Great example Roger,
Another way to look at this is an active investor who took defensive action in 2008 and went down by 1/2. In that case using your numbers his portfolio would be worth about 107k, slightly better than the passive return, with much less volatility. Not likely he would have done something stupid at the bottom.
While pursuing a field biology degree I discovered the notion of species I had previously learned was off base. As the evolutionary biologist Ernst Mayr phrased it (back in the 1940's I was chagrined to discover): "For the typologist, the type (eidos) is real and the variation an illusion, while for the populationist the type (average) is an abstraction and only the variation is real. No two ways of looking at nature could be more different." A species is a cluster of lesser genetic variance within a field of greater variance at a given moment in time rather than an actual reproductively defined entity? Sheeit, now you tell me!
IAC approaching the markets as a populationist means you tend to view averages as measures of momentum and direction rather than a more or less stable central tendency and reversion to the mean refers to granularity (coarseness) of measurement and pattern of directionality over different time-spans rather than any fundamental property of the system.
IOW an 'above average' investor can lose more than they make over an investing lifetime, a 'below average' investor can make more than they lose, and vice versa for both; it depends on what, when and where analysis occurs. The notion of "zero sum" only makes sense in regards to individual interactions at specific moments in time; it is the real, risk-adjusted ROI of all such interactions that translates as wealth over a lifespan.
Let's hear a cheer for the tortoise!
I went to a corporate meeting held by Vanguard about our 401K's. They are still espousing buy and hold index funds, with a disregard to yield curves, inflation, and even your investment horizon. They did not present the past five or seven year return on the S&P 500, just the year to date. See how good index funds are?(ahem, to steal Rogers line).
I agree with 6:51AM. Most folks spend little or no time on their retirement planning, and simply follow the spin they hear the most. Look at the mean age of part time folks at the big box stores. It tells how many retirements are properly funded.
Roger, one of the lessons I've learned at this blog is sometimes doing nothing is the right thing to do, and taking some money off the table reduces an emotional reaction to a normal down event. Thanks for the blog.
Sam
thank you Sam
In terms of judging the performance of the active manager, the outcome is mostly of little interest - precisely because of the skill vs luck question. However, if the manager was taking on very large relative risk, and were explicit about it before and during the underperformance cycle, and clients bought into it and stayed the course (the hardest thing to do), then you are most likely to conclude they have skill. Think GMO in the late 1990s and early part of this decade.

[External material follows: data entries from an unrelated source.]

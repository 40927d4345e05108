// Answers that have not changed, served again without asking the database: GET requests of a
// signed-in user, on the embedded database only.
//
// An answer (status 200, JSON) is kept per user, address and Accept header with the database's
// write generation at the time the request came in (see Database.writeGeneration): any statement
// that may change data, from any route, job or the auth library, moves the generation and so
// retires every kept answer. Answers that depend on the clock (the forecast plan's "may start now"
// and earliest start) are kept at most `ttlMs` (default 5 s, like the session reuse); every other
// answer at most 12 times that (a minute), a bound for anything else that could change unseen.
//
// Each answer carries a weak ETag (a hash of its bytes, computed once): a request whose
// If-None-Match names it gets 304 without the body. JSON over 1 kB goes gzipped to clients that
// accept it (compressed once per distinct body).
import crypto from 'node:crypto';
import zlib from 'node:zlib';
import type { NextFunction, Request, Response } from 'express';
import { currentUser } from './context';

interface Kept {
  generation: number;
  at: number;
  etag: string;
  type: string;
}

interface Body {
  raw: Buffer;
  gzip: Buffer | null;
}

/** GETs never kept: one with a side effect (unsubscribe), answers from memory (the local mailbox), token feeds, health. */
const NEVER = /^\/api\/(unsubscribe|dev\/|calendar\/|health)/;

/** GET answers that depend on the clock. */
const CLOCK_DEPENDENT = /^\/api\/projects\/[^/]+\/(plan|overview)(\?|\/|$)/;

/** Compress bodies above this size, bytes. */
const GZIP_FROM = 1024;

export interface AnswerCacheOptions {
  /** The database's write generation; without it (a database server) nothing is kept. */
  writeGeneration?: () => number;
  /** Longest time an answer that depends on the clock is reused, ms (others: 12 times as long); 0 keeps nothing. */
  ttlMs: number;
  /** Most answers kept (least recently used go first). */
  maxEntries?: number;
  now?: () => number;
}

/** Express middleware for /api: serve kept answers, keep new ones, ETags and gzip. */
export function answerCache(options: AnswerCacheOptions) {
  const { writeGeneration, ttlMs } = options;
  const maxEntries = options.maxEntries ?? 2000;
  const now = options.now ?? Date.now;
  const entries = new Map<string, Kept>();
  // Bodies by ETag: every user's copy of one answer shares one buffer and one compressed copy.
  const bodies = new Map<string, Body>();

  function deliver(req: Request, res: Response, kept: Kept, body: Body, send: (b: Buffer) => void): void {
    res.setHeader('ETag', kept.etag);
    res.setHeader('Vary', 'Accept-Encoding');
    res.type(kept.type);
    if (req.fresh) {
      res.status(304).end();
      return;
    }
    if (body.raw.length >= GZIP_FROM && /\bgzip\b/.test(String(req.headers['accept-encoding'] ?? ''))) {
      body.gzip ??= zlib.gzipSync(body.raw, { level: 6 });
      res.setHeader('Content-Encoding', 'gzip');
      send(body.gzip);
      return;
    }
    send(body.raw);
  }

  function forgetOld(): void {
    while (entries.size > maxEntries) entries.delete(entries.keys().next().value as string);
    if (bodies.size > maxEntries) {
      const live = new Set([...entries.values()].map((e) => e.etag));
      for (const k of bodies.keys()) if (!live.has(k)) bodies.delete(k);
    }
  }

  return (req: Request, res: Response, next: NextFunction): void => {
    const user = currentUser(req);
    if (!writeGeneration || ttlMs <= 0 || req.method !== 'GET' || !user || NEVER.test(req.originalUrl)) return next();
    const key = `${user.id}\n${user.role}\n${req.originalUrl}\n${req.headers.accept ?? ''}`;
    const generation = writeGeneration();
    const t = now();
    const hit = entries.get(key);
    const maxAge = CLOCK_DEPENDENT.test(req.originalUrl) ? ttlMs : 12 * ttlMs;
    if (hit && hit.generation === generation && t - hit.at < maxAge) {
      const body = bodies.get(hit.etag);
      if (body) {
        entries.delete(key);
        entries.set(key, hit);
        deliver(req, res, hit, body, (b) => res.end(b));
        return;
      }
    }
    // Keep what the route answers: only 200 JSON without cookies, computed wholly within one generation.
    const send = res.send.bind(res);
    res.send = ((payload: unknown) => {
      res.send = send;
      const type = String(res.getHeader('Content-Type') ?? '');
      const bytes = typeof payload === 'string' ? Buffer.from(payload) : Buffer.isBuffer(payload) ? payload : null;
      if (
        res.statusCode !== 200 ||
        !bytes ||
        !type.startsWith('application/json') ||
        res.getHeader('Set-Cookie') ||
        res.getHeader('Content-Encoding')
      ) {
        return send(payload);
      }
      const etag = `W/"${crypto.createHash('sha1').update(bytes).digest('base64url')}"`;
      let body = bodies.get(etag);
      if (!body) bodies.set(etag, (body = { raw: bytes, gzip: null }));
      const kept: Kept = { generation, at: t, etag, type };
      if (writeGeneration() === generation) {
        entries.delete(key);
        entries.set(key, kept);
        forgetOld();
      }
      deliver(req, res, kept, body, (b) => send(b));
      return res;
    }) as Response['send'];
    next();
  };
}
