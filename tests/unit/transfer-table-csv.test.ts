// The transfer-table CSV reader on papaparse: quoted cells follow RFC 4180 (a quoted cell may hold
// the delimiter; "" inside quotes is one quote), and every problem keeps its line and column.
import { describe, expect, it } from 'vitest';
import { parseTransferTableCsv } from '../../shared/schemas/sites';

const TABLE = {
  directionSectorsDeg: [
    [0, 180],
    [180, 360],
  ],
  tpBandsS: [
    [0, 6],
    [6, 30],
  ],
  factors: [
    [0.5, 0.6],
    [0.7, 0.8],
  ],
};

describe('transfer-table CSV with quoted cells', () => {
  it('reads a quoted header cell that holds a comma as one cell (RFC 4180, section 2, rule 6)', () => {
    const csv = '"sector_from [deg, coming from]","sector_to [deg, coming from]",0-6,6-30\n0,180,0.5,0.6\n180,360,0.7,0.8\n';
    expect(parseTransferTableCsv(csv)).toEqual({ table: TABLE, issues: [] });
  });

  it('reads quoted numbers and a doubled quote inside a quoted cell', () => {
    const csv = 'sector_from,"sector_to ""deg""",0-6,6-30\n"0","180","0.5","0.6"\n180,360,0.7,0.8\n';
    expect(parseTransferTableCsv(csv)).toEqual({ table: TABLE, issues: [] });
  });

  it('takes the delimiter from outside the quotes: semicolons around quoted commas', () => {
    // Two commas inside the quoted cells against three semicolons outside them.
    const csv = 'sector_from;sector_to;"0,0-6";6-30\n0;180;"0,5";0,6\n180;360;0,7;0,8\n';
    expect(parseTransferTableCsv(csv)).toEqual({ table: TABLE, issues: [] });
  });

  it('reports a quote left open at its line, and reads the other lines', () => {
    const csv = 'sector_from,sector_to,0-6,6-30\n0,180,"0.5,0.6\n180,360,0.7,x\n';
    const { table, issues } = parseTransferTableCsv(csv);
    expect(table).toBeNull();
    expect(issues).toEqual([
      { line: 2, column: 0, value: '', reason: 'A quoted cell is not closed on this line' },
      { line: 3, column: 4, value: 'x', reason: expect.stringMatching(/number/) },
    ]);
  });
});
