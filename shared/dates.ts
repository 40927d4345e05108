/**
 * The one date style of the product, for pages, reports and e-mails alike: weekday, day and month
 * with a 24-hour time ("Thu 3 Dec 14:00"), the year added where a page spans years. Instants are
 * read in a named IANA zone through date-fns with @date-fns/tz, never through hand-made offsets.
 * A page states its zone once ({@link zoneStatement}) instead of repeating it beside each time.
 */
import { format } from 'date-fns';
import { tz, tzName } from '@date-fns/tz';

/** date-fns patterns of the date style, by name. */
export const DATE_STYLE = {
  /** "Thu 3 Dec 14:00" */
  dateTime: 'EEE d MMM HH:mm',
  /** "Thu 3 Dec 2026 14:00" */
  dateTimeYear: 'EEE d MMM yyyy HH:mm',
  /** "Thu 3 Dec 2026 14:00:05" (logs, mail boxes) */
  dateTimeSeconds: 'EEE d MMM yyyy HH:mm:ss',
  /** "Thu 3 Dec" */
  day: 'EEE d MMM',
  /** "Thu 3 Dec 2026" */
  dayYear: 'EEE d MMM yyyy',
  /** "3 Dec 2026" (ranges of data over years, where the weekday says nothing) */
  date: 'd MMM yyyy',
  /** "3 Dec 2026 14:00" */
  dateHour: 'd MMM yyyy HH:mm',
  /** "14:00" */
  time: 'HH:mm',
  /** "December 2026" (a calendar month) */
  month: 'MMMM yyyy',
} as const;

export type DateStyle = keyof typeof DATE_STYLE;

const DASH = '–';

function toDate(instant: string | number | Date | null | undefined): Date | null {
  if (instant === null || instant === undefined || instant === '') return null;
  const d = instant instanceof Date ? instant : new Date(instant);
  return Number.isNaN(d.getTime()) ? null : d;
}

/** An instant in a zone in the product's date style, e.g. "Thu 3 Dec 14:00"; a dash when missing. */
export function formatInstant(instant: string | number | Date | null | undefined, timeZone: string, style: DateStyle = 'dateTime'): string {
  const d = toDate(instant);
  if (!d) return DASH;
  try {
    return format(d, DATE_STYLE[style], { in: tz(timeZone) });
  } catch {
    return format(d, DATE_STYLE[style], { in: tz('UTC') });
  }
}

/** A calendar day 'YYYY-MM-DD' in the date style, e.g. "Thu 3 Dec 2026" (no zone: a day is a day). */
export function formatDay(day: string, style: 'day' | 'dayYear' | 'date' = 'dayYear'): string {
  if (!/^\d{4}-\d{2}-\d{2}$/.test(day)) return day;
  return format(new Date(`${day}T12:00:00Z`), DATE_STYLE[style], { in: tz('UTC') });
}

/** A calendar month 'YYYY-MM' in the date style, e.g. "December 2026" (no zone: a month is a month). */
export function formatMonth(month: string): string {
  if (!/^\d{4}-\d{2}$/.test(month)) return month;
  return format(new Date(`${month}-15T12:00:00Z`), DATE_STYLE.month, { in: tz('UTC') });
}

/** The zone's short name at that instant ("CET", "GMT+1"), or the zone's own name when unknown. */
export function zoneShortName(instant: string | number | Date, timeZone: string): string {
  const d = toDate(instant) ?? new Date();
  try {
    return tzName(timeZone, d, 'short');
  } catch {
    return timeZone;
  }
}

/** The browser's or server's own IANA zone (for times that belong to no worksite). */
export const localTimeZone = (): string => Intl.DateTimeFormat().resolvedOptions().timeZone || 'UTC';

/**
 * The one statement of a page's time zone, e.g. "Times are in Europe/Oslo (CET), the worksite's
 * local time." `whose` says whose clock it is.
 */
export function zoneStatement(timeZone: string, whose = '', at: string | number | Date = Date.now()): string {
  const short = zoneShortName(at, timeZone);
  const named = short && short !== timeZone ? `${timeZone} (${short})` : timeZone;
  return `Times are in ${named}${whose ? `, ${whose}` : ''}.`;
}

/**
 * The one statement of a page whose times belong to worksites: one zone for every worksite gives
 * {@link zoneStatement}; several zones name the worksites in each, and the zone used for times that
 * belong to no worksite (the first worksite's). No worksite: `fallbackZone` (the browser's).
 */
export function worksiteZoneStatement(
  sites: readonly { name: string; timeZone: string }[],
  fallbackZone: string,
  at: string | number | Date = Date.now(),
): { zone: string; statement: string } {
  if (sites.length === 0) return { zone: fallbackZone, statement: zoneStatement(fallbackZone, 'your own clock (no worksite yet)', at) };
  const byZone = new Map<string, string[]>();
  for (const s of sites) byZone.set(s.timeZone, [...(byZone.get(s.timeZone) ?? []), s.name]);
  const zone = sites[0].timeZone;
  if (byZone.size === 1)
    return { zone, statement: zoneStatement(zone, sites.length === 1 ? 'the worksite’s local time' : 'the worksites’ local time', at) };
  const named = (z: string) => {
    const short = zoneShortName(at, z);
    return short && short !== z ? `${z} (${short})` : z;
  };
  const parts = [...byZone].map(([z, names]) => `${names.join(', ')} in ${named(z)}`);
  return { zone, statement: `Times are each worksite’s local time: ${parts.join('; ')}. Other times are in ${named(zone)}.` };
}
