// Results worked from a long series kept by the series' values (server/services/series-value-cache.ts):
// an engine thread gets a new view of the same shared series with each task, and the worksite's
// predicted tide over a 30-year hindcast (about 0.6 s) was worked again on every task. No outside
// figures here: the checks are that an equal series finds the kept result and any change misses.
import { describe, expect, it } from 'vitest';
import { SeriesValueCache, sameValues } from '../../server/services/series-value-cache';
import { siteTide } from '../../server/services/site-context';

const HOUR_MS = 3_600_000;
const T0 = Date.UTC(2020, 0, 1);

describe('SeriesValueCache', () => {
  it('finds a value by equal values in another array, NaN equal to NaN; any changed value, length or key misses', () => {
    const cache = new SeriesValueCache<{ tag: string }>(1e6, () => 100);
    const times = Float64Array.from({ length: 500 }, (_, i) => T0 + i * HOUR_MS);
    const level = Float64Array.from({ length: 500 }, (_, i) => (i % 7 === 0 ? NaN : Math.sin(i)));
    const value = { tag: 'kept' };
    cache.set('k', [times, level], value);
    expect(cache.get('k', [times.slice(), level.slice()])).toBe(value);
    expect(cache.get('other', [times.slice(), level.slice()])).toBeUndefined();
    const moved = times.slice();
    moved[250] += 1;
    expect(cache.get('k', [moved, level])).toBeUndefined();
    const filled = level.slice();
    filled[7] = 0; // a missing value now known
    expect(cache.get('k', [times, filled])).toBeUndefined();
    expect(cache.get('k', [times.subarray(0, 499), level.subarray(0, 499)])).toBeUndefined();
    expect(cache.get('k', [times])).toBeUndefined();
  });

  it('drops the least recently used values beyond its byte bound (values and the inputs they keep)', () => {
    // Each entry: 100 bytes of value and 16 bytes of input (two float64), 116 in all.
    const cache = new SeriesValueCache<number>(250, () => 100);
    const a = (x: number) => Float64Array.of(x, x + 1);
    cache.set('k', [a(1)], 1);
    cache.set('k', [a(2)], 2);
    expect(cache.get('k', [a(1)])).toBe(1); // 1 is now the most recent
    cache.set('k', [a(3)], 3); // 348 bytes: the least recent (2) goes
    expect(cache.get('k', [a(2)])).toBeUndefined();
    expect(cache.get('k', [a(1)])).toBe(1);
    expect(cache.get('k', [a(3)])).toBe(3);
    // Inputs count too: with 128 bytes of input per entry (two make 256 > 250) only one fits.
    const inputs = new SeriesValueCache<number>(250, () => 0);
    const long = (x: number) => new Float64Array(16).fill(x);
    inputs.set('k', [long(1)], 1);
    inputs.set('k', [long(2)], 2);
    expect(inputs.get('k', [long(2)])).toBe(2);
    expect(inputs.get('k', [long(1)])).toBeUndefined();
  });

  it('sameValues: equal lengths and values, NaN equal to NaN, -0 equal to 0', () => {
    expect(sameValues(Float64Array.of(1, NaN, -0), Float64Array.of(1, NaN, 0))).toBe(true);
    expect(sameValues(Float64Array.of(1, NaN), Float64Array.of(1, 2))).toBe(false);
    expect(sameValues(Float64Array.of(1), Float64Array.of(1, 1))).toBe(false);
  });
});

describe('siteTide over a new view of the same times', () => {
  it('gives the result already worked (the same object), and a new one for other times or another tide', () => {
    const site = {
      tide: { source: 'constants' as const, constituents: [{ name: 'M2', amplitude: 1.5, phase: 0 }], z0: 2, datum: 'LAT' },
      latitude: null,
      longitude: null,
    };
    const times = Float64Array.from({ length: 24 * 60 }, (_, i) => T0 + i * HOUR_MS);
    const series = (timeMs: Float64Array) => ({ timeMs, extra: {}, waterLevelReference: undefined });
    const first = siteTide(site, series(times))!;
    expect(first.waterLevelM.length).toBe(times.length);
    // A message to an engine thread makes a new array over the same values.
    expect(siteTide(site, series(new Float64Array(times)))).toBe(first);
    const later = Float64Array.from(times, (t) => t + HOUR_MS);
    const shifted = siteTide(site, series(later))!;
    expect(shifted).not.toBe(first);
    // One hour later the level at record i is the first run's level at record i + 1.
    expect(shifted.waterLevelM[10]).toBeCloseTo(first.waterLevelM[11], 4); // node factors taken at each series' own time: 1e-6 m apart
    const otherTide = { ...site, tide: { ...site.tide, z0: 3 } };
    const raised = siteTide(otherTide, series(new Float64Array(times)))!;
    expect(raised).not.toBe(first);
    expect(raised.waterLevelM[5] - first.waterLevelM[5]).toBeCloseTo(1, 9);
  });
});
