// The first page's script weight (a size check on a real build, not a timing): at most 150 kB of
// gzipped JavaScript to show the sign-in page and the projects list, and every other section in
// chunks of its own. The budget is the product's own aim (issue 18), no outside source.
import fs from 'node:fs';
import os from 'node:os';
import path from 'node:path';
import { afterAll, beforeAll, describe, expect, it } from 'vitest';
import { build } from 'vite';
import { FIRST_PAGE_BUDGET_BYTES, firstPageChunks, firstPageSize, type ViteManifest } from '../../scripts/lib/first-page';

const ROOT = path.resolve(import.meta.dirname, '../..');
let outDir = '';
let manifest: ViteManifest;

beforeAll(async () => {
  // A fresh build into a temporary folder, so a stale dist/ cannot pass or fail the check.
  outDir = fs.mkdtempSync(path.join(os.tmpdir(), 'lullwatch-first-page-'));
  // Vitest sets NODE_ENV=test, which would make Vite bundle React's development build.
  const nodeEnv = process.env.NODE_ENV;
  process.env.NODE_ENV = 'production';
  try {
    await build({
      root: ROOT,
      configFile: path.join(ROOT, 'vite.config.ts'),
      mode: 'production',
      logLevel: 'error',
      build: { outDir, emptyOutDir: true },
    });
  } finally {
    process.env.NODE_ENV = nodeEnv;
  }
  manifest = JSON.parse(fs.readFileSync(path.join(outDir, '.vite', 'manifest.json'), 'utf8')) as ViteManifest;
}, 180_000);

afterAll(() => {
  if (outDir) fs.rmSync(outDir, { recursive: true, force: true });
});

describe('first page weight', () => {
  it('the sign-in page and the projects list need at most 150 kB of gzipped JavaScript', () => {
    const size = firstPageSize(outDir);
    expect(size.files.length).toBeGreaterThan(0);
    expect(size.gzipBytes).toBeLessThanOrEqual(FIRST_PAGE_BUDGET_BYTES);
  });

  it('every project section and the charts are chunks of their own, not in the first page', () => {
    const first = new Set(firstPageChunks(manifest));
    const lazyModules = [
      'src/app/layouts/project-layout.tsx',
      'src/features/board/components/board-page.tsx',
      'src/features/board/components/conditions-page.tsx',
      'src/features/board/components/conditions-charts.tsx',
      'src/features/setup/components/setup-page.tsx',
      'src/features/downtime/components/downtime-page.tsx',
      'src/features/downtime/components/downtime-heatmap.tsx',
      'src/features/alerts/components/alerts-page.tsx',
      'src/features/alerts/components/mailbox-page.tsx',
      'src/features/datasets/components/datasets-page.tsx',
      'src/features/datasets/components/dataset-detail-page.tsx',
      'src/features/datasets/components/dataset-import-page.tsx',
      'src/features/datasets/components/series-chart.tsx',
      'src/features/wave-calculator/components/wave-calculator-page.tsx',
      'src/features/admin/components/people-page.tsx',
      'src/features/projects/components/project-settings-page.tsx',
    ];
    for (const m of lazyModules) {
      expect(manifest[m], `${m} is not a chunk of its own`).toBeDefined();
      expect(first.has(m), `${m} is in the first page`).toBe(false);
    }
  });

  it('counts the static imports of the entry, and not its dynamic ones (a made-up manifest)', () => {
    const made: ViteManifest = {
      'index.html': { file: 'a.js', isEntry: true, imports: ['_b.js'] },
      '_b.js': { file: 'b.js', imports: ['_c.js'] },
      '_c.js': { file: 'c.js' },
      'src/features/board/components/board-page.tsx': { file: 'd.js', imports: ['_c.js'] },
    };
    expect(firstPageChunks(made).sort()).toEqual(['_b.js', '_c.js', 'index.html']);
  });
});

The key here is for he investor to define their objectives well, and then to invest their money with managers that understand and share those objectives (e.g. absolute vs relative returns).
This sort of thing crops up all over the place - for example, in comparing public versus private markets. If a PE manager returns -5% versus the S&P returning -10% over a long time period then I personally would be very disappointed. If the numbers were 15% and 20% rewspectively then I'd still be disappointed, but the high absolute returns would cushion the tears a little bit.